Will resistance to ketolides develop in Streptococcus pneumoniae?

Recent data from surveillance studies suggest that levels of resistance to macrolide, lincosamide and streptograminB (MLSB) antibacterials in respiratory tract pathogens, particularly Streptococcus pneumoniae, are rising and limiting the usefulness of these drugs. New agents that do not select for resistance are essential to safeguard the future of antibacterial efficacy. The ketolides, of which telithromycin is the first to be registered for clinical use, represent a new class of antibacterials developed specifically for optimal empirical treatment of respiratory tract infections (RTIs).
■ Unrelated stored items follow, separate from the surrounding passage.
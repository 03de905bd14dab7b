import { published } from '../published.ts';

export const das2017 = published({
  id: 'das-2017',
  authors: 'Das, Deen and Kuipers',
  year: 2017,
  title: 'Wall film of a slender packed tube, computed',
  family: 'bed-wall',
  transfer: 'heat',
  average: 'mean',
  reads: 'mean line',
  form: 'Nu = A + C * Re^a * Pr^b',
  values: { A: 1.351, C: 0.1124, a: 0.878, b: 1 / 3 },
  groups: { Nu: 'Nu@particle', Re: 'Re@particle', Pr: 'Pr', particle_diameter: 'particle_diameter', vessel_diameter: 'vessel_diameter' },
  limits: ['1 <= Re <= 500', '4 <= vessel_diameter / particle_diameter <= 8'],
  accuracy: 'not stated',
  source: 'S. Das, N. G. Deen, J. A. M. Kuipers, Chem. Eng. Sci. 160 (2017) 1-19',
  where: 'wall coefficient',
  constantsFrom: 'page read',
  use: 'From resolved simulations of spheres in gas.',
  analogy: false,
  printed: [
    {
      kind: 'constants on a page',
      at: { Re: 300, Pr: 0.7 },
      value: 16.280484,
      tolerance: 3.3e-5,
      source: 'open reference on wall coefficients of fixed beds (in Chinese), table of correlations',
      where: '1.351 + 0.1124 Pr^(1/3) Re^0.878, evaluated at this point',
    },
  ],
});
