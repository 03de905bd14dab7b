import { published } from '../published.ts';

export const zabrodsky1976 = published({
  id: 'zabrodsky-1976',
  authors: 'Zabrodsky, Antonishin and Parnas',
  year: 1976,
  title: 'Surface in a bubbling fluidised bed, at the best gas velocity',
  family: 'bed-wall',
  transfer: 'heat',
  average: 'mean',
  reads: 'upper bound',
  form: 'heat_transfer_coefficient = C * solid_density^a * thermal_conductivity^b * particle_diameter^m',
  values: { C: 35.8, a: 0.2, b: 0.6, m: -0.36 },
  groups: {
    heat_transfer_coefficient: 'heat_transfer_coefficient',
    solid_density: 'solid_density',
    thermal_conductivity: 'thermal_conductivity',
    particle_diameter: 'particle_diameter',
  },
  limits: [],
  accuracy: 'not stated',
  source: 'S. S. Zabrodsky, N. V. Antonishin, A. L. Parnas, Can. J. Chem. Eng. 54 (1976) 52-58, doi 10.1002/cjce.5450540107',
  where: 'equation in SI units',
  constantsFrom: 'page read',
  use: 'Largest coefficient of fine particles; gas conduction counts, not its velocity. No range on the page read.',
  analogy: false,
  printed: [
    {
      kind: 'constants on a page',
      at: { solid_density: 2650, thermal_conductivity: 0.027, particle_diameter: 0.000146 },
      value: 476.63226,
      tolerance: 0.00095,
      source: 'software of Thanheiser, Haider and Schwarzmayr 2021, doi 10.5281/zenodo.5500329',
      where: '35.8 rho_p^0.2 lambda^0.6 d_p^-0.36, evaluated for sand in air',
    },
  ],
});
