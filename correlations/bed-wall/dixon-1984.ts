import { published } from '../published.ts';

export const dixon1984 = published({
  id: 'dixon-1984',
  authors: 'Dixon, DiCostanzo and Soucy',
  year: 1984,
  title: 'Wall film of a packed tube',
  family: 'bed-wall',
  transfer: 'heat',
  average: 'mean',
  reads: 'mean line',
  form: 'Nu = (1 - C * (particle_diameter / vessel_diameter)^m) * Re^a * Pr^b',
  values: { C: 1.5, m: 1.5, a: 0.59, b: 1 / 3 },
  groups: { Nu: 'Nu@particle', Re: 'Re@particle', Pr: 'Pr', particle_diameter: 'particle_diameter', vessel_diameter: 'vessel_diameter' },
  limits: ['50 <= Re <= 500', '3 <= vessel_diameter / particle_diameter <= 12'],
  accuracy: 'not stated',
  source: 'A. G. Dixon, M. A. DiCostanzo, B. A. Soucy, Int. J. Heat Mass Transfer 27 (1984) 1701-1713',
  where: 'wall coefficient',
  constantsFrom: 'page read',
  use: 'Film at the wall beside an effective conductivity of the bed.',
  analogy: false,
  printed: [
    {
      kind: 'constants on a page',
      at: { Re: 300, Pr: 0.7, particle_diameter: 0.006, vessel_diameter: 0.05 },
      value: 24.093869,
      tolerance: 4.8e-5,
      source: 'open reference on wall coefficients of fixed beds (in Chinese), table of correlations',
      where: '(1 - 1.5 (d_p/D)^1.5) Pr^(1/3) Re^0.59, evaluated at this point',
    },
  ],
});
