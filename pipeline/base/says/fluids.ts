const celsius = (T: number): string => `${Number((T - 273.15).toFixed(2))} degC`;
const pressure = (p: number): string => (p < 1e6 ? `${Number((p / 1e3).toPrecision(4))} kPa` : `${Number((p / 1e6).toPrecision(4))} MPa`);
const state = (T: number, p: number): string => `${celsius(T)} and ${pressure(p)}`;

/** What the property models tell the reader; temperatures come in K, pressures in Pa. */
export const says = {
  property: (key: string, fluid: string, text: string): string => `${key} of ${fluid}: ${text}`,

  outsideTemperature: (T: number, from: number, to: number): string =>
    `${celsius(T)} is outside ${celsius(from)} to ${celsius(to)}, where this model holds`,
  outsideLiquidWater: (T = Number.NaN, p = Number.NaN): string =>
    `${state(T, p)} is outside 0 to 350 degC and 100 MPa, where the equation for liquid water holds`,
  outsideSteam: (T = Number.NaN, p = Number.NaN): string =>
    `${state(T, p)} is outside the equation for steam (0 to 800 degC, up to 100 MPa, not the dense region around the critical point)`,
  boils: (T: number, p: number, by: number): string =>
    `at ${pressure(p)} water boils ${Number(by.toPrecision(3))} K below ${celsius(T)}; give the pressure it is under as \`pressure\`, or name the fluid steam`,
  mayBoil: (T: number, p: number, by: number, limit: number): string =>
    `at ${state(T, p)} the liquid is ${Number(by.toPrecision(2))} K above its boiling point; liquid properties are used up to ${limit} K above it, boiling is not modelled`,
  condenses: (T: number, p: number, by: number): string =>
    `at ${pressure(p)} steam condenses ${Number(by.toPrecision(3))} K above ${celsius(T)}; give the pressure it is under as \`pressure\`, or name the fluid water`,
  mayCondense: (T: number, p: number, by: number, limit: number): string =>
    `at ${state(T, p)} steam is ${Number(by.toPrecision(2))} K below its dew point; vapour properties are used up to ${limit} K below it, condensation is not modelled`,

  pressureAssumed: (fluid: string, key: string): string => `No ${key} is given for ${fluid}: its properties are taken at 101.325 kPa.`,
  pressureAmbient: (fluid: string, key: string): string => `No ${key} is given for ${fluid}: its properties are taken at ambient_pressure.`,
  accuracyNotStated: (what: string): string => `The source states no accuracy for the ${what}: it counts as exact.`,
};
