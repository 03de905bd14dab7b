import { didYouMean } from '../nearest.ts';

export const tooLong = (length: number, limit: number): string =>
  `this text has ${length} characters; at most ${limit.toLocaleString('en-US')} are read`;
export const tooDeep = (limit: number): string => `this is nested more than ${limit} levels deep`;
export const strangeCharacter = (character: string): string =>
  `"${character}" has no meaning in a law; use numbers, names, + - * / ^, parentheses and functions`;
export const unexpected = (text: string): string => `"${text}" is not expected here; between two names or numbers stands one of + - * / ^`;
export const missingSign = (sign: string, read: string): string =>
  `"${sign}" is missing here${read === '' ? ' at the end' : ` before "${read}"`}`;
export const endsEarly = (): string => 'the expression ends where a number or a name is expected';
export const numberTooLarge = (text: string): string => `${text} is too large for a number`;
export const numberTooSmall = (text: string): string => `${text} is too small for a number; write 0 if that is meant`;
export const functionNeedsArgument = (name: string): string => `${name} is a function and needs its argument in parentheses: ${name}(...)`;
export const unknownFunction = (name: string, known: readonly string[]): string =>
  `"${name}" is no function${didYouMean(name, known)}; write * between a name and a parenthesis, or use one of ${known.filter((one) => one !== 'pi').join(', ')}`;
export const argumentCount = (name: string, wanted: 1 | 2, read: number): string =>
  `${name} takes ${wanted === 1 ? 'one argument' : 'two or more arguments'}, here are ${read}`;

export const needsEquals = (): string => 'a law reads RESPONSE = expression, with one "="';
export const responseIsName = (read: string): string => `left of "=" stands the name of the response alone, not "${read}"`;
export const responseInside = (name: string): string => `${name} stands on both sides of "="`;
export const noParameter = (): string => 'a law needs at least one parameter to be fitted; every name in it is a group or a quantity';
export const likeKnown = (name: string, known: string): string =>
  `"${name}" would be a parameter, but it looks like ${known}; did you mean "${known}"? If it is a parameter, list the law's parameters under "parameters"`;
export const notListed = (name: string, parameters: readonly string[]): string =>
  `"${name}" is neither a group or quantity known here nor one of the parameters listed${didYouMean(name, parameters)}`;
export const unusedParameter = (name: string): string => `the parameter "${name}" does not stand in the law`;
export const knownAsParameter = (name: string): string => `"${name}" is a group or quantity and cannot be a parameter as well`;
export const inseparable = (names: readonly string[]): string => (names.length === 1 ? withoutEffect(names[0]!) : together(names));
const withoutEffect = (name: string): string => `the law does not depend on the parameter ${name}, whatever its value; drop it`;
const together = (names: readonly string[]): string =>
  `no data could tell the parameters ${names.join(' and ')} apart: the law depends on them only together; drop one of them`;
export const unknownName = (name: string, known: readonly string[]): string => `"${name}" is not known here${didYouMean(name, known)}`;
export const limitShape = (): string =>
  'a limit reads "Re >= 1e4", "0.7 <= Pr <= 160" or "Re * Pr > 0.2": one expression with a number on one side or on both';
export const limitOrder = (from: number, to: number): string => `the lower end ${from} lies above the upper end ${to}`;
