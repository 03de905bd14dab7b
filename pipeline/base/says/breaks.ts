const short = (value: number, digits = 3): string => String(Number(value.toPrecision(digits)));
const share = (chance: number): string => `${short(100 * chance, 2)} %`;

interface Found {
  readonly law: string;
  readonly group: string;
  readonly at: number;
  readonly lower: number;
  readonly upper: number;
  readonly range: readonly [number, number];
  readonly change: number;
  readonly changeLower: number;
  readonly changeUpper: number;
  readonly below: number;
  readonly above: number;
  readonly chance: number;
  readonly aicc: number;
}

const place = ({ lower, upper }: Found): string => {
  const [from, to] = [lower > 0, Number.isFinite(upper)];
  if (!from && !to) return 'anywhere in the trials, as far as they tell';
  return `${from ? short(lower) : 'the low end'} to ${to ? short(upper) : 'the high end'}`;
};
const over = ({ group, range }: Found): string => `${group} ${short(range[0])} to ${short(range[1])}`;
const aicc = (difference: number): string => `AICc ${difference < 0 ? 'falls' : 'rises'} by ${short(Math.abs(difference))} with the break`;

export const found = (one: Found): string =>
  `One exponent of ${one.group} does not hold for ${one.law} over the whole range of the trials (${over(one)}): at ${one.group} ${short(one.at)} (${place(one)}) ${
    Number.isFinite(one.below)
      ? `it goes from ${short(one.below)} to ${short(one.above)}`
      : `it changes by ${short(one.change, 2)} (${short(one.changeLower, 2)} to ${short(one.changeUpper, 2)}, were the break known)`
  }. Without a break, chance alone does as well in ${share(one.chance)} of studies; ${aicc(one.aicc)}. Do not extrapolate in ${one.group}: fit the two ranges apart, or propose a law that blends them.`;
export const notFound = (one: Found): string =>
  `Nothing speaks against one exponent of ${one.group} for ${one.law} over the trials (${over(one)}): the best break, at ${short(one.at)}, would change it by ${short(one.change, 2)} (${short(one.changeLower, 2)} to ${short(one.changeUpper, 2)}, were the break known), and chance alone does as well in ${share(one.chance)} of studies without a break; ${aicc(one.aicc)}. A change inside that interval would not show in these trials.`;
export const notLooked = (law: string, group: string, why: string): string =>
  `Whether one exponent of ${group} holds for ${law} over the whole range was not looked at: ${
    why === 'too few trials'
      ? 'the trials are too few for two exponents and a break'
      : why === 'too narrow'
        ? `${group} has too few different values inside its range`
        : 'the law, or the law with a break, could not be fitted'
  }.`;
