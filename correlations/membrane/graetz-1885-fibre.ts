import { published } from '../published.ts';

export const graetz1885Fibre = published({
  id: 'graetz-1885-fibre',
  authors: 'Graetz',
  year: 1885,
  title: 'Laminar flow inside a hollow fibre, long',
  family: 'membrane',
  transfer: 'mass',
  average: 'fully developed',
  reads: 'mean line',
  form: 'Sh = C',
  values: { C: 3.656793 },
  groups: { Sh: 'Sh@pipe', Gz_mass: 'Gz_mass@pipe', Re: 'Re@pipe' },
  limits: ['Re <= 2300', 'Gz_mass <= 12'],
  accuracy: 'exact for constant properties',
  source: 'L. Graetz, Ann. Phys. 261 (1885) 337-357, doi 10.1002/andp.18852610706',
  where: 'first eigenvalue',
  constantsFrom: 'memory',
  use: 'Lumen of hollow fibres at low flow; a floor.',
  analogy: true,
  printed: [
    {
      kind: 'analytic limit',
      at: {},
      value: 3.6567935,
      tolerance: 5e-6,
      source: 'R. K. Shah, A. L. London, Laminar Flow Forced Convection in Ducts, Academic Press 1978',
      where: 'first Graetz eigenvalue 2.704364 (memory): lambda^2/2',
    },
  ],
});
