import { published } from '../published.ts';

export const colledgePaterson1984 = published({
  id: 'colledge-paterson-1984',
  authors: 'Colledge and Paterson',
  year: 1984,
  title: 'Wall film of a packed tube',
  family: 'bed-wall',
  transfer: 'heat',
  average: 'mean',
  reads: 'mean line',
  form: 'Nu = C * (1 - particle_diameter / vessel_diameter) * Re^a * Pr^b',
  values: { C: 0.523, a: 0.738, b: 1 / 3 },
  groups: { Nu: 'Nu@particle', Re: 'Re@particle', Pr: 'Pr', particle_diameter: 'particle_diameter', vessel_diameter: 'vessel_diameter' },
  limits: [],
  accuracy: 'not stated',
  source: 'R. A. Colledge, W. R. Paterson, Proc. 11th Annual Research Meeting (1984) 103-108',
  where: 'wall coefficient',
  constantsFrom: 'page read',
  use: 'Film at the wall beside an effective conductivity of the bed. No range on the page read.',
  analogy: false,
  printed: [
    {
      kind: 'constants on a page',
      at: { Re: 300, Pr: 0.7, particle_diameter: 0.006, vessel_diameter: 0.05 },
      value: 27.508434,
      tolerance: 5.5e-5,
      source: 'open reference on wall coefficients of fixed beds (in Chinese), table of correlations',
      where: '0.523 (1 - d_p/D) Pr^(1/3) Re^0.738, evaluated at this point',
    },
  ],
});
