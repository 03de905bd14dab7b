import { published } from '../published.ts';

export const liFinlayson1977Cylinders = published({
  id: 'li-finlayson-1977-cylinders',
  authors: 'Li and Finlayson',
  year: 1977,
  title: 'Wall film of a tube packed with cylinders',
  family: 'bed-wall',
  transfer: 'heat',
  average: 'mean',
  reads: 'mean line',
  form: 'Nu = C * Re^a',
  values: { C: 0.16, a: 0.93 },
  groups: { Nu: 'Nu@particle', Re: 'Re@particle', particle_diameter: 'particle_diameter', vessel_diameter: 'vessel_diameter' },
  limits: ['20 <= Re <= 7600', '3.3 <= vessel_diameter / particle_diameter <= 20'],
  accuracy: 'not stated',
  source: 'C.-H. Li, B. A. Finlayson, Chem. Eng. Sci. 32 (1977) 1055-1066',
  where: 'cylinders',
  constantsFrom: 'page read',
  use: 'Film at the wall beside an effective conductivity of the bed. The range is printed for both shapes together.',
  analogy: false,
  printed: [
    {
      kind: 'constants on a page',
      at: { Re: 300 },
      value: 32.199027,
      tolerance: 6.4e-5,
      source: 'open code of catalyst pellets in a tube, turb_Nu_Li and turb_Nu_Peters',
      where: '0.16 Re^0.93 for cylinders, evaluated at this point',
    },
  ],
});
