import { published } from '../published.ts';

export const leva1947Heated = published({
  id: 'leva-1947-heated',
  authors: 'Leva',
  year: 1947,
  title: 'Wall of a packed tube, gas heated',
  family: 'bed-wall',
  transfer: 'heat',
  average: 'mean',
  reads: 'mean line',
  form: 'Nu = C * exp(-B * particle_diameter / vessel_diameter) * Re^a',
  values: { C: 0.813, B: 6, a: 0.9 },
  groups: { Nu: 'Nu@vessel', Re: 'Re@particle', particle_diameter: 'particle_diameter', vessel_diameter: 'vessel_diameter' },
  limits: ['250 <= Re <= 3000', '3.3 <= vessel_diameter / particle_diameter <= 20'],
  accuracy: 'not stated',
  source: 'M. Leva, Ind. Eng. Chem. 39 (1947) 857-862',
  where: 'h D/lambda = 0.813 exp(-6 d_p/D) Re^0.9',
  constantsFrom: 'page read',
  use: 'Overall coefficient between bed and wall; Nu on the bore of the tube. Some date it 1948 (Leva and Grummer).',
  analogy: false,
  printed: [
    {
      kind: 'constants on a page',
      at: { Re: 300, particle_diameter: 0.006, vessel_diameter: 0.05 },
      value: 67.113154,
      tolerance: 0.00013,
      source: 'open reference on wall coefficients of fixed beds (in Chinese), table of correlations',
      where: 'h d_p/lambda = 0.813 (d_p/D) exp(-6 d_p/D) Re^0.9, turned to Nu on D',
    },
  ],
});
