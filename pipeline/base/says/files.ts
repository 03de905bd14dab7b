const size = (bytes: number): string => (bytes < 1e6 ? `${Math.ceil(bytes / 1e3)} kB` : `${(bytes / 1e6).toFixed(bytes < 1e7 ? 1 : 0)} MB`);

const remedies: Readonly<Record<string, string>> = {
  missing: 'the folder does not exist',
  'not allowed': 'you have no permission there; choose another folder or change its permissions',
  'read-only': 'the disk is read-only; choose another folder',
  full: 'the disk or your share of it is full; make room or choose another folder',
  'is a folder': 'a folder of that name stands there',
  'a folder of that name is a file': 'a file stands where a folder is needed',
  'too many open files': 'too many files are open on this machine; try with fewer jobs',
  'the name is too long': 'the name is too long for this disk',
  'links in a circle': 'its links lead in a circle',
  unknown: 'the system refused it',
};
const remedy = (cause: string): string => remedies[cause] ?? cause;

/** What is said about files and folders. */
export const says = {
  missing: (name: string): string => `"${name}" does not exist; paths count from the folder of the study file`,
  noFile: (name: string): string => `"${name}" is no plain file`,
  notReadable: (name: string, cause: string): string => `"${name}" cannot be read: ${remedy(cause)}`,
  tooLarge: (name: string, bytes: number, most: number): string => `"${name}" has ${size(bytes)}; at most ${size(most)} are read here`,
  changedWhileRead: (name: string): string => `"${name}" became shorter while it was read; run again when nothing writes to it`,
  outside: (path: string): string => `"${path}" leads out of the study's folder; give a path inside it, such as data/trials.csv`,
  notUtf8: (byte: number): string =>
    `the byte 0x${byte.toString(16).toUpperCase().padStart(2, '0')} is no UTF-8${byte >= 0xa0 ? ` (in Windows-1252 it would be "${String.fromCharCode(byte)}")` : ''}; save the file as UTF-8`,
  utf16WithoutMark: (): string => 'this looks like UTF-16 without a byte-order mark; save the file as UTF-8',
  oddUtf16: (): string => 'this starts as UTF-16 and ends within a character; the file is cut short, save it anew as UTF-8',
  brokenUtf16: (): string => 'this starts as UTF-16 and holds characters that are none; save the file as UTF-8',
  notWritten: (path: string, cause: string): string => `"${path}" cannot be written: ${remedy(cause)}`,
  notRemoved: (path: string, cause: string): string => `"${path}" cannot be removed: ${remedy(cause)}`,
  folderNotMade: (path: string, cause: string): string => `the folder "${path}" cannot be made: ${remedy(cause)}`,
  inUse: (folder: string, pid: number | undefined, lock: string): string =>
    `another run${pid === undefined ? '' : ` (process ${pid})`} is writing into "${folder}"; wait until it has ended, or give this one another folder with --out (if no such process is left, remove "${lock}")`,
  notOurs: (name: string): string =>
    `"${name}" stands where a result goes and is no result of pilotlaw; it is left as it is, and no result is written: move it away, or choose another folder with --out or output.folder`,
  noStudy: (given: string, name: string): string => `no study here: "${given}" is no file and no folder that holds a ${name}`,
  nothingGiven: (name: string): string => `no study given; give study files or folders that hold a ${name}`,
  tooManyFiles: (folder: string, most: number): string => `more than ${most} files lie below "${folder}"; name the folders of the studies`,
  tooManyStudies: (count: number, most: number): string => `${count} studies; at most ${most} are run at once`,
};
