interface UnitToken {
  readonly is: string;
  readonly text?: string;
}

const cut = (text: string): string => (text.length > 60 ? `${text.slice(0, 57)}...` : text);

/** `a b / c d` as `a b/(c d)`. */
function bracketed(list: readonly UnitToken[]): string {
  const first = list.findIndex((token) => token.is === '/');
  const words = (part: readonly UnitToken[]): string => part.flatMap((token) => (token.text === undefined ? [] : [token.text])).join(' ');
  return `${words(list.slice(0, first))}/(${words(list.slice(first))})`;
}

interface Named {
  readonly name: string;
  readonly unit: string;
  readonly molar?: { readonly unit: string };
}

/** kg/cm2 and lb/in2 as people write pressures. */
const pressureHint = (text: string, { unit }: Named): string =>
  unit === 'Pa' && /^(?:kg|lbs?)\s*\//u.test(text) ? '; a force per area is written kgf/cm2 or psi' : '';

const first = (names: readonly string[]): string => names.slice(0, 4).join(', ');
const either = ({ unit, molar }: Named): string => (molar === undefined ? unit : `${unit} or ${molar.unit}`);

const numberFaults: Readonly<Record<string, string>> = {
  empty: 'nothing stands here',
  hexadecimal: 'hexadecimal is not read',
  infinity: 'only finite decimal numbers are read',
  error: "it is a worksheet's error, mend the formula",
  'below-limit': 'it tells a limit, not a value',
  'above-limit': 'it tells a limit, not a value',
  'blank-inside': 'blanks stand inside it',
  grouped: 'thousands separators are not read, write the digits without them',
  'both-marks': 'it holds a point and a comma, write it without thousands separators',
  'other-mark': 'its decimal mark is not the one read here',
  percent: 'a % sign belongs into the unit, not beside the number',
  unit: 'a unit belongs into the header or the study file, not beside the number',
  date: 'it is a date or a time of day',
  text: 'it is text',
};

/** What is said about units, amounts and uncertainties. */
export const says = {
  unitTooLong: (length: number, most: number): string => `a unit of ${length} characters; at most ${most} are read`,
  unitAmbiguous: (text: string, meant: string): string => `"${cut(text)}" is not clear: ${meant}`,
  unitFault: (text: string, why: string): string => `"${cut(text)}" is no unit I can read: ${why}`,
  unitIsNumber: (text: string): string => `"${cut(text)}" is a number, not a unit; write 1 for a plain number, % for hundredths`,
  unitNumber: (read: string): string => `a number in a unit may be a power of ten, as in g/100 mL or 1e-9 m2/s, and "${cut(read)}" is none`,
  unitSize: (text: string): string => `"${cut(text)}" is too large or too small a unit to compute with`,
  unitSlashes: (text: string): string =>
    `"${cut(text)}" can be read in more than one way; put what is below the line in brackets: W/(m^2 K)`,
  unitSlashRead: (text: string, list: readonly UnitToken[]): string => `"${cut(text)}" was read as ${bracketed(list)}`,
  unitMeaning: (name: string, meaning: string): string => `"${name}" was taken as the ${meaning}`,
  unitUnknown: (text: string, name: string, likely: string | undefined): string =>
    `"${cut(text)}" is no unit I know${text === name ? '' : `, for "${cut(name)}" in it`}${likely === undefined ? '; units are written like mm, L/min, kg/h, W/(m^2 K)' : `; did you mean "${likely}"?`}`,
  unitMilliKelvin: (text: string): string =>
    `"${cut(text)}" is not clear: mK may be a millikelvin or metre times kelvin; write m K, as in W/(m K)`,
  unitStop: (text: string, index: number): string =>
    `"${cut(text.slice(index))}" cannot follow "${cut(text.slice(0, index))}"; write products with a space or *, powers as ^2, one / with brackets: W/(m^2 K)`,
  unitPower: (power: string): string => `"${power}" is no power of a unit; powers go from -12 to 12`,
  unitBrackets: (): string => 'its brackets do not pair; brackets stand in front or after the /, one level of them, as in W/(m^2 K)',
  unitSlashAlone: (): string => 'a / stands without a unit on one of its sides; write 1/s for "per second"',
  condition: (text: string): string =>
    `"${cut(text)}" was read as a unit with a reference condition and is none; a gas volume at its reference condition is written NL/min (0 degC, 101.325 kPa)`,
  conditionAsked: (text: string): string =>
    `"${cut(text)}" is a gas volume at a reference condition, and conditions differ; state it: "${cut(text)} (0 degC, 101.325 kPa)"`,
  notANumber: (text: string, kind: string): string => `"${cut(text.trim())}" is no decimal number: ${numberFaults[kind] ?? kind}`,
  overflow: (text: string): string => `"${cut(text.trim())}" is too large for a number`,
  underflow: (text: string): string => `"${cut(text.trim())}" is too small for a number; write 0 if it is zero`,
  unitOfText: (name: string, text: string): string => `${name} is a text and has no unit; leave "${cut(text)}" out`,
  wrongDimension: (text: string, dimension: string, quantity: Named, others: readonly string[]): string =>
    `"${cut(text)}" (${dimension}) is no unit of ${quantity.name}, which is in ${either(quantity)}${pressureHint(text, quantity)}${others.length === 0 ? '' : `; it would be one of ${first(others)}`}`,
  differenceWanted: (name: string, text: string): string => `${name} is a temperature difference and "${cut(text)}" a temperature; write K`,
  differentialPressure: (name: string, text: string): string =>
    `"${cut(text)}" is a difference of two pressures and ${name} an absolute one; write bar or bar(g)`,
  gaugeAmbient: (name: string, text: string): string => `"${cut(text)}" counts from ${name} itself; give ${name} absolute, in bar or kPa`,
  wrongShare: (name: string, text: string, of: string): string =>
    `${name} is a share of the ${of} and "${cut(text)}" is another one; convert it or write %`,
  amount: (text: string, quantity: Named | undefined): string =>
    `"${cut(text)}" is no number with a unit; write it like ${quantity === undefined || quantity.unit === '' || quantity.unit === '1' ? '"120 mm"' : `"1.5 ${quantity.unit}"`}`,
  unitTwice: (text: string, unit: string): string => `"${cut(text)}" has a unit and so has the key unit ("${cut(unit)}"); give it once`,
  unitMissing: (text: string, quantity: Named): string =>
    `"${cut(text)}" has no unit; ${quantity.name} is in ${either(quantity)}: write it like "${cut(text.trim())} ${quantity.unit}"`,
  belowZero: (text: string): string => `"${cut(text)}" lies below absolute zero`,
  range: (text: string): string => `"${cut(text)}" is no range; write it like "400 to 600 rpm"`,
  rangeReversed: (text: string): string => `"${cut(text)}" starts above its end; give the lower end first`,
  spread: (text: string): string => `"${cut(text)}" is no uncertainty; write it like "0.5 %", "0.1 K" or "1 % of 50 L/min"`,
  plusMinus: (text: string): string =>
    `"${cut(text)}": leave the sign out; random and systematic are standard uncertainties (k = 1), a limit is written as accuracy, an expanded one as expanded with k`,
  percentOfTemperature: (text: string): string => `"${cut(text)}" of a temperature depends on its zero; give its uncertainty in K`,
  ofFullScale: (text: string): string => `"${cut(text)}": give the amount itself, as in "1 % of 50 L/min"`,
  spreadUnitMissing: (text: string): string => `"${cut(text)}" has no unit; write a % or the unit of the value`,
  spreadInDegrees: (text: string): string =>
    `"${cut(text)}" is a temperature, not a difference; give the uncertainty in K (1 K is as wide as 1 degC, 1 degF is 0.5556 K)`,
  spreadGauge: (text: string): string => `"${cut(text)}": an uncertainty has no zero of its own; write bar, psi or kPa without (g)`,
  spreadDimension: (text: string, unit: string): string => `"${cut(text)}" has another dimension than the value, which is in ${unit}`,
  spreadNegative: (text: string): string => `"${cut(text)}" is negative; an uncertainty is a size`,
};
Although derived chemically from macrolides, the ketolides, which possess innovative structural modifications, form a unique class in the macrolide family. A keto function at position 3 of the erythronolide A ring replaces the L-cladinose moiety, generating a class of compounds that, unlike 14- and 15-membered ring macrolides, will not induce MLSB resistance in vitro. A large aromatic N-substituted C11,12-carbamate side chain allows a more effective interaction with domain II of the 23S rRNA, enhancing binding to bacterial ribosomes and allowing binding to MLSB-resistant ribosomes. This novel structure allows ketolides to exert intrinsic activity against respiratory tract pathogens, avoid induction of MLSB resistance, and retain activity against MLS(B)-resistant strains. Furthermore, ketolides have a low potential to select for resistance and cross-resistance both in vitro and in vivo, making them an attractive option for the empirical treatment of RTIs.